Thanks for the input. I don't totally understand depth of field yet but the closest I've come is that the depth of field is based off the size of the object and the aperture. What I mean by this is if you have someone 10 feet away at 50mm and then you move them 20 feet away at 100mm, they'll both have the same depth of field. Obviously it will look different but the actual in focus distance will be the same. So if I want to fill the frame tightly with two people then I'm learning it's hard to get them both in focus if they're not on the same plane at even f4. Granted one of them isn't super out focus but it's noticeable. If instead you're doing something where it's a wider shot though then I'm sure you could do a much larger aperture but unless you have a really exciting background it's kind of eh. The only thing that helps all is using a crop camera over a full frame which will give a little more depth of field. But then of course a full frame camera will pretty much always have better iso performance so you can shoot at say 3200 5.6 vs 1600 4.0 and get relatively similar results. I'm not trying to be real accurate here so you don't have to tell me that that's not correct due to various other items. These are just the general ideas I've learned. It takes skill to be able to know what needs to be in focus and what's not and I'm still learning that. It also takes skill knowing when to take the shot so that everything you want in focus is on the same plane. I definitely still have a lot to learn there. So until I do, I'll continue to use a smaller aperture to make sure I get the client usable pictures. For that flashes are invaluable.


----------



## wickidwombat (Jul 18, 2012)

brianleighty said:


> I don't totally understand depth of field yet but the closest I've come is that the depth of field is based off the



Um I dont mean to be rude but if you dont understand depth of field then you really should not be shooting a wedding!

weddings are about as full on shooting conditions that you will ever encounter you need to be 100% clear on how your camera works and all fundamental photography basics

otherwise you might end up here
Judge Joe Brown - Cheap wedding photographer


----------



## briansquibb (Jul 18, 2012)

I always use flash at weddings. 

When they return down the isle I have a flash on either side in two places (4 flash). So I get two really good flashed photos.

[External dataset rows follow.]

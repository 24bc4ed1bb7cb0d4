using GeoCulvert.Design.Basis;
using GeoCulvert.Design.Study;

namespace GeoCulvert.Report.Tests;

/// <summary>The sheet of an invented crossing; see <see cref="InventedStudy"/>.</summary>
internal static class InventedSheet
{
    public static CrossingSheet Make(InventedCrossing i, IReadOnlyList<(double, double)> profile)
    {
        var station = $"{(int)i.X / 1000}+{(int)i.X % 1000:D3}";
        var sheet = new CrossingSheet
        {
            CrossingId = i.Id,
            Road = i.Road,
            Station = station,
            Status = i.Status,
            Culvert = i.Culvert,
            Location = i.At,
            Watershed = i.Watershed,
            FlowPath = i.FlowPath,
            FlowPathProfile = profile,
            Findings = i.Findings,
            Groups =
            [
                new("Watershed", [
                    new("Drainage area", i.AreaM2, QuantityKind.Area, null, "measured from the DEM"), new("Longest flow path", i.FlowPath.Length, QuantityKind.Length, null, "measured from the DEM"),
                    new("10\u201385 slope", 0.0847, QuantityKind.Slope, null, "measured from the DEM"), new("Basin slope", 0.213, QuantityKind.Slope, null, "measured from the DEM"),
                    new("Relief", 88.4, QuantityKind.Length, null, "measured from the DEM"), new("Share of outline on the edge", i.Findings.Count > 1 ? 0.12 : 0, QuantityKind.Share, null, "measured from the DEM")]),
                new("Rainfall and time", [
                    new("Time of concentration", 1122, QuantityKind.Time, null, "computed, Kirpich"), new("Intensity, 25 yr", 61.3e-3 / 3600, QuantityKind.Intensity, null, "atlas14.csv"),
                    new("Runoff coefficient", 0.35, QuantityKind.None, null, "given in the project file"), new("Curve number", 75, QuantityKind.None, null, "default")]),
                new("Road and culvert line", [
                    new("Road level", i.InletM + 4.1, QuantityKind.Length, null, "profile.csv"), new("Road width", 9, QuantityKind.Length, null, "given in the project file"),
                    new("Skew", 12.4, QuantityKind.Angle, null, "measured from the DEM"), new("Inlet", null, QuantityKind.None, "square edge with headwall", "default")]),
                new("Tailwater", [new("Method", null, QuantityKind.None, "normal depth", "default"), new("Channel slope", 0.021, QuantityKind.Slope, null, "measured from the DEM"), new("Roughness", 0.04, QuantityKind.None, null, "default")]),
            ],
            Flows = [.. new[] { 2.0, 10, 25, 50, 100 }.SelectMany((y, k) => new[]
            {
                new SheetFlow("Rational", y, i.FlowM3PerS * (0.45 + (0.275 * k * (k < 3 ? 1 : 0.92))), null, null, true),
                new SheetFlow("Regional regression", y, i.FlowM3PerS * (0.38 + (0.24 * k)), i.FlowM3PerS * (0.2 + (0.1 * k)), i.FlowM3PerS * (0.8 + (0.5 * k)), false),
            })],
            Calculations =
            [
                new("Time of concentration", [
                    new("flow_path_length_ft", i.FlowPath.Length / 0.3048, "ft", "", "DEM"), new("slope_ft_per_ft", 0.0847, "ft/ft", "", "DEM"),
                    new("time_of_concentration_min", 18.7, "min", "0.0078 \u00d7 5906^0.77 / 0.0847^0.385", "Invented handbook, eq. 1")]),
                new("Rational method, 25 yr", [
                    new("intensity_mm_per_h", 61.3, "mm/h", "between 15 min and 30 min, log-log", "atlas14.csv"), new("runoff_coefficient", 0.35, "", "", "project file"),
                    new("flow_m3_s", i.FlowM3PerS, "m3/s", $"0.35 \u00d7 61.3 \u00d7 {i.AreaM2 / 1e4:F2} / 360", "Invented handbook, eq. 2")]),
            ],
        };
        return i.Barrels == 0 ? sheet with
        {
            Criteria = [new("Headwater elevation", "Design flood, 25 yr", 1441.93, 1440.5, QuantityKind.Length, false, "road level less 0.3 m freeboard")],
            Options = [new("3 x 2.40 m x 2.40 m box, concrete", 17.28, 1441.93, 1.61, 3.4, "headwater 1441.93 m above the limit 1440.50 m")],
        }
        : sheet with
        {
            Barrel = new($"{i.Culvert}, square edge with headwall, n = 0.012", i.LengthM, i.InletM, i.OutletM, i.RiseM, i.InletM + 4.1, 9, 2),
            Floods = [Flood("Design flood, 25 yr", 25, 1), Flood("Check flood, 100 yr", 100, 1.42)],
            Rating = [.. Enumerable.Range(0, 25).Select(k => Rated(k / 24.0 * 3.2))],
            Criteria =
            [
                new("Headwater elevation", "Design flood, 25 yr", i.HeadwaterM, i.LimitM, QuantityKind.Length, true, "1.5 times the rise"),
                new("HW/D", "Design flood, 25 yr", 1.18, 1.5, QuantityKind.None, true, "criteria.hw_over_d"),
                new("Outlet velocity", "Design flood, 25 yr", 2.9, 3.0, QuantityKind.Velocity, true, "criteria.outlet_velocity"),
                new("Freeboard", "Check flood, 100 yr", 0.21, 0.3, QuantityKind.Length, i.X < 2000, "criteria.freeboard"),
            ],
            Options =
            [
                new(i.Culvert, Math.PI / 4 * i.RiseM * i.RiseM * i.Barrels, i.HeadwaterM, 1.18, 2.9, "chosen"),
                new("1 x 0.45 m circle, concrete", 0.159, i.HeadwaterM + 1.12, 3.31, 4.8, "HW/D 3.31 above 1.5"),
                new("2 x 0.90 m circle, concrete", 1.272, i.HeadwaterM - 0.2, 0.98, 2.5, "more barrel area than needed"),
            ],
        };

        SheetRatingPoint Rated(double share)
        {
            var inlet = i.InletM + (i.RiseM * 1.18 * Math.Pow(share, 0.68));
            var outlet = i.InletM + (i.RiseM * (0.45 + (0.62 * share * share)));
            var road = i.InletM + 4.1;
            return new(share * i.FlowM3PerS, inlet, outlet, Math.Min(Math.Max(inlet, outlet), road + 0.2), share > 3 ? 0.1 : 0);
        }

        SheetFlood Flood(string name, double years, double share) => new(
            name, years, share * i.FlowM3PerS, Rated(share).HeadwaterElevationM, i.OutletM + (0.42 * i.RiseM * share), 2.9 * share, 0, "inlet", "S2",
            [.. Enumerable.Range(0, 20).Select(k => (k / 19.0 * i.LengthM, i.InletM - (0.437 * k / 19.0) + (i.RiseM * share * (0.66 - (0.14 * Math.Sqrt(k / 19.0))))))]);
    }
}
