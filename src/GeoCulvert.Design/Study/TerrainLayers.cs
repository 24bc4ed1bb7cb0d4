using GeoCulvert.Design.Basis;
using GeoCulvert.Design.Sizing;
using GeoCulvert.Design.Terrain;
using NetTopologySuite.Geometries;

namespace GeoCulvert.Design.Study;

/// <summary>Layers of what was changed in the terrain, what existing culverts carry, and what differs from the run before.</summary>
public static class TerrainLayers
{
    /// <summary>Openings of embankments.</summary>
    public static LayerDefinition<OpeningResult> Openings { get; } = new(
        "openings", "Openings", "Where a road dams the terrain model and its embankment was opened, from the upstream to the downstream end.", LayerGeometry.Line, o => o.Opening.Line,
        [
            ResultLayers.Text<OpeningResult>("crossing_id", "Crossing", "Crossing whose water passes here; empty when none does.", o => o.CrossingId),
            ResultLayers.Text<OpeningResult>("road", "Road", "Roads over it, from upstream.", o => string.Join(", ", o.Opening.Roads.Select(r => r.Name))),
            ResultLayers.Real<OpeningResult>("station", QuantityKind.Length, "Station", "On the first of the roads.", o => o.Opening.StationM),
            ResultLayers.Real<OpeningResult>("length", QuantityKind.Length, "Length", "Between the ends in plan.", o => o.Opening.LengthM),
            ResultLayers.Real<OpeningResult>("depth", QuantityKind.Length, "Depth", "Largest depth below the terrain model.", o => o.Opening.DepthM),
            ResultLayers.Real<OpeningResult>("volume", QuantityKind.Volume, "Volume", "Taken out of the terrain model.", o => o.Opening.VolumeM3),
            ResultLayers.Real<OpeningResult>("skew", QuantityKind.Angle, "Skew", "Angle to the perpendicular of the first road.", o => o.Opening.SkewDeg),
            ResultLayers.Real<OpeningResult>("pond_depth", QuantityKind.Length, "Pond depth", "Depth of the water behind the embankment in the untouched terrain model.", o => o.Opening.PondDepthM),
            ResultLayers.Real<OpeningResult>("area_before", QuantityKind.Area, "Area before", "Drains to the downstream end in the untouched terrain model.", o => o.Opening.AreaBeforeM2),
            ResultLayers.Real<OpeningResult>("area_after", QuantityKind.Area, "Area after", "Drains to the downstream end with all openings.", o => o.Opening.AreaAfterM2),
            ResultLayers.Text<OpeningResult>("reason", "Reason", "Why it was opened.", o => o.Opening.ReasonText),
        ]);

    /// <summary>Watersheds of the untouched terrain beside those of the opened one.</summary>
    public static LayerDefinition<UntouchedWatershed> Untouched { get; } = new(
        "untouched_watersheds", "Watersheds without openings", "The land that reaches the downstream end of an opening in the untouched terrain model, where the opening changes its area by more than 1 %.", LayerGeometry.Polygon, w => w.Outline,
        [
            ResultLayers.Text<UntouchedWatershed>("crossing_id", "Crossing", "Crossing whose water passes the opening; empty when none does.", w => w.CrossingId),
            ResultLayers.Real<UntouchedWatershed>("area", QuantityKind.Area, "Area", "In the untouched terrain model.", w => w.AreaM2),
            ResultLayers.Real<UntouchedWatershed>("opened_area", QuantityKind.Area, "Area with openings", "With all openings.", w => w.OpenedAreaM2),
        ]);

    /// <summary>Cuts of depressions.</summary>
    public static LayerDefinition<(Breach Cut, GridFrame Frame)> Breaches { get; } = new(
        "breaches", "Cuts", "Where a depression of the terrain model was cut open, from the pit down.", LayerGeometry.Line, r => Line(r.Frame, r.Cut.Cells),
        [
            ResultLayers.Real<(Breach Cut, GridFrame Frame)>("length", QuantityKind.Length, "Length", "Along the cells.", r => r.Cut.LengthM),
            ResultLayers.Real<(Breach Cut, GridFrame Frame)>("depth", QuantityKind.Length, "Depth", "Deepest cut.", r => r.Cut.MaxDepthM),
            ResultLayers.Real<(Breach Cut, GridFrame Frame)>("volume", QuantityKind.Volume, "Volume", "Taken out of the terrain model.", r => r.Cut.VolumeM3),
        ]);

    /// <summary>Mapped streams as enforced.</summary>
    public static LayerDefinition<(EnforcedCourse Course, GridFrame Frame)> MappedStreams { get; } = new(
        "mapped_streams", "Mapped streams", "A stream from the map as it was enforced on the terrain model, drawn downstream.", LayerGeometry.Line, r => Lines(r.Frame, r.Course.Runs),
        [
            ResultLayers.Text<(EnforcedCourse Course, GridFrame Frame)>("name", "Name", "As on the map.", r => r.Course.Name),
            ResultLayers.Real<(EnforcedCourse Course, GridFrame Frame)>("length", QuantityKind.Length, "Length", "Along its cells.", r => r.Course.LengthM),
            ResultLayers.Real<(EnforcedCourse Course, GridFrame Frame)>("depth", QuantityKind.Length, "Deepest cut", "Deepest cut below the terrain model.", r => r.Course.MaxCutM),
            ResultLayers.Real<(EnforcedCourse Course, GridFrame Frame)>("volume", QuantityKind.Volume, "Volume", "Taken out of the terrain model along it.", r => r.Course.CutVolumeM3),
            ResultLayers.Real<(EnforcedCourse Course, GridFrame Frame)>("disagreeing_share", QuantityKind.Share, "In disagreement", "Share of its length away from the terrain model's own streams.", r => r.Course.DisagreeingShare),
            new("turned", QuantityKind.None, FieldType.Boolean, "Turned", "Whether it runs against the drawing.", r => r.Course.Turned),
        ]);

    /// <summary>Closed basins kept as sinks.</summary>
    public static LayerDefinition<(NonContributingArea Basin, GridFrame Frame)> ClosedBasins { get; } = new(
        "closed_basins", "Closed basins", "A closed basin that was kept: its land drains to no crossing.", LayerGeometry.Point, r => new Point(Centre(r.Frame, r.Basin.Basin.Pool.DeepestCell)),
        [
            ResultLayers.Text<(NonContributingArea Basin, GridFrame Frame)>("name", "Name", "Its name.", r => r.Basin.Basin.Name),
            ResultLayers.Real<(NonContributingArea Basin, GridFrame Frame)>("area", QuantityKind.Area, "Non-contributing area", "Land that drains to it.", r => r.Basin.AreaM2),
            ResultLayers.Real<(NonContributingArea Basin, GridFrame Frame)>("pool_area", QuantityKind.Area, "Pool area", "Area below its spill level.", r => r.Basin.Basin.Pool.AreaM2),
            ResultLayers.Real<(NonContributingArea Basin, GridFrame Frame)>("depth", QuantityKind.Length, "Depth", "Greatest depth below its spill level.", r => r.Basin.Basin.Pool.MaxDepthM),
            ResultLayers.Real<(NonContributingArea Basin, GridFrame Frame)>("volume", QuantityKind.Volume, "Volume", "Below its spill level.", r => r.Basin.Basin.Pool.VolumeM3),
        ]);

    /// <summary>What existing culverts carry.</summary>
    public static LayerDefinition<(string CrossingId, CriterionCapacity Capacity)> Capacities { get; } = new(
        "capacities", "Capacities", "The flow at which an existing culvert just meets a criterion.", LayerGeometry.None, _ => null,
        [
            ResultLayers.Text<(string CrossingId, CriterionCapacity Capacity)>("crossing_id", "Crossing", "Id of the crossing.", r => r.CrossingId),
            ResultLayers.Text<(string CrossingId, CriterionCapacity Capacity)>("criterion", "Criterion", "What is limited; overtopping is the lowest road level.", r => r.Capacity.Name),
            ResultLayers.Real<(string CrossingId, CriterionCapacity Capacity)>("limit", QuantityKind.None, "Limit", "Its limit; SI.", r => r.Capacity.Limit),
            ResultLayers.Real<(string CrossingId, CriterionCapacity Capacity)>("capacity", QuantityKind.Flow, "Capacity", "Largest flow that meets it; empty when no flow within reach breaks it.", r => r.Capacity.FlowM3PerS),
            ResultLayers.Real<(string CrossingId, CriterionCapacity Capacity)>("capacity_return_period", QuantityKind.Years, "Return period", "Of that flow, between the floods asked for; empty outside them.", r => r.Capacity.ReturnPeriodYr),
            ResultLayers.Real<(string CrossingId, CriterionCapacity Capacity)>("fails_at", QuantityKind.Years, "Fails at", "Shortest return period asked for whose flow breaks it; empty when none does.", r => r.Capacity.FailsAtYr),
        ]);

    /// <summary>What differs from the run before.</summary>
    public static LayerDefinition<CrossingChange> Changes { get; } = new(
        "changes", "Changes", "A crossing that was added, removed, moved or changed since the run before in the same results folder.", LayerGeometry.None, _ => null,
        [
            ResultLayers.Text<CrossingChange>("crossing_id", "Crossing", "Id of the crossing.", c => c.CrossingId),
            ResultLayers.Text<CrossingChange>("change", "Change", "added, removed, moved, changed, or moved and changed.", c => c.Change),
            ResultLayers.Real<CrossingChange>("moved", QuantityKind.Length, "Moved", "Distance between the two places.", c => c.MovedM),
            ResultLayers.Real<CrossingChange>("area_before", QuantityKind.Area, "Area before", "Drainage area in the run before.", c => c.Before?.AreaM2),
            ResultLayers.Real<CrossingChange>("area_after", QuantityKind.Area, "Area now", "Drainage area.", c => c.After?.AreaM2),
            ResultLayers.Real<CrossingChange>("design_flow_before", QuantityKind.Flow, "Flow before", "Design flow in the run before.", c => c.Before?.DesignFlowM3PerS),
            ResultLayers.Real<CrossingChange>("design_flow_after", QuantityKind.Flow, "Flow now", "Design flow.", c => c.After?.DesignFlowM3PerS),
            ResultLayers.Text<CrossingChange>("culvert_before", "Culvert before", "Culvert in the run before.", c => c.Before?.Culvert),
            ResultLayers.Text<CrossingChange>("culvert_after", "Culvert now", "Culvert.", c => c.After?.Culvert),
        ]);

    private static Coordinate Centre(GridFrame frame, int cell) => new(frame.CentreX(cell % frame.Columns), frame.CentreY(cell / frame.Columns));

    private static LineString? Line(GridFrame frame, int[] cells) => cells.Length < 2 ? null : new LineString([.. cells.Select(c => Centre(frame, c))]);

    private static Geometry? Lines(GridFrame frame, IReadOnlyList<int[]> runs)
    {
        var lines = runs.Select(r => Line(frame, r)).OfType<LineString>().ToArray();
        return lines.Length == 0 ? null : lines.Length == 1 ? lines[0] : new MultiLineString(lines);
    }
}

Outside groups are always flashed, whatever the conditions - saves missing a shot.

Indoor reception obviously flashed.

Take plenty of rechargables


----------



## brianleighty (Jul 19, 2012)

wickidwombat said:


> brianleighty said:
> 
> 
> > I don't totally understand depth of field yet but the closest I've come is that the depth of field is based off the
> ...



OMG! LOL I never knew that Judge Joe Brown was such a big photographer LOL. Thanks for the laugh. In response to your point, I knew my point might be a little confusing. I of course understand the concept of depth of field but I think it takes a lot of practice to get to the place where you truly know how much depth of field you'll have at a given aperture and distance. Anyways, thanks for the laugh. I love the 18-55 lens part in the video best.


----------



## brianleighty (Jul 19, 2012)

briansquibb said:


> I always use flash at weddings.
> 
> When they return down the isle I have a flash on either side in two places (4 flash). So I get two really good flashed photos.
> 
> ...



Thanks. Good to know this is fairly common. I'll have to look into this some more for future weddings


----------



## wickidwombat (Jul 19, 2012)

brianleighty said:


> wickidwombat said:
> 
> 
> > brianleighty said:
> ...


ah ok gotcha

and yeah i love that video 

also if you have an iphone there is a free app called F-Stop that is a calculator to determine depth of field.
you input camera,lens aperture distance to subject etc and it gives you the depth of field
pretty handy


----------



## elflord (Jul 20, 2012)

brianleighty said:


> Thanks for the input. I don't totally understand depth of field yet but the closest I've come is that the depth of field is based off the size of the object and the aperture. What I mean by this is if you have someone 10 feet away at 50mm and then you move them 20 feet away at 100mm, they'll both have the same depth of field.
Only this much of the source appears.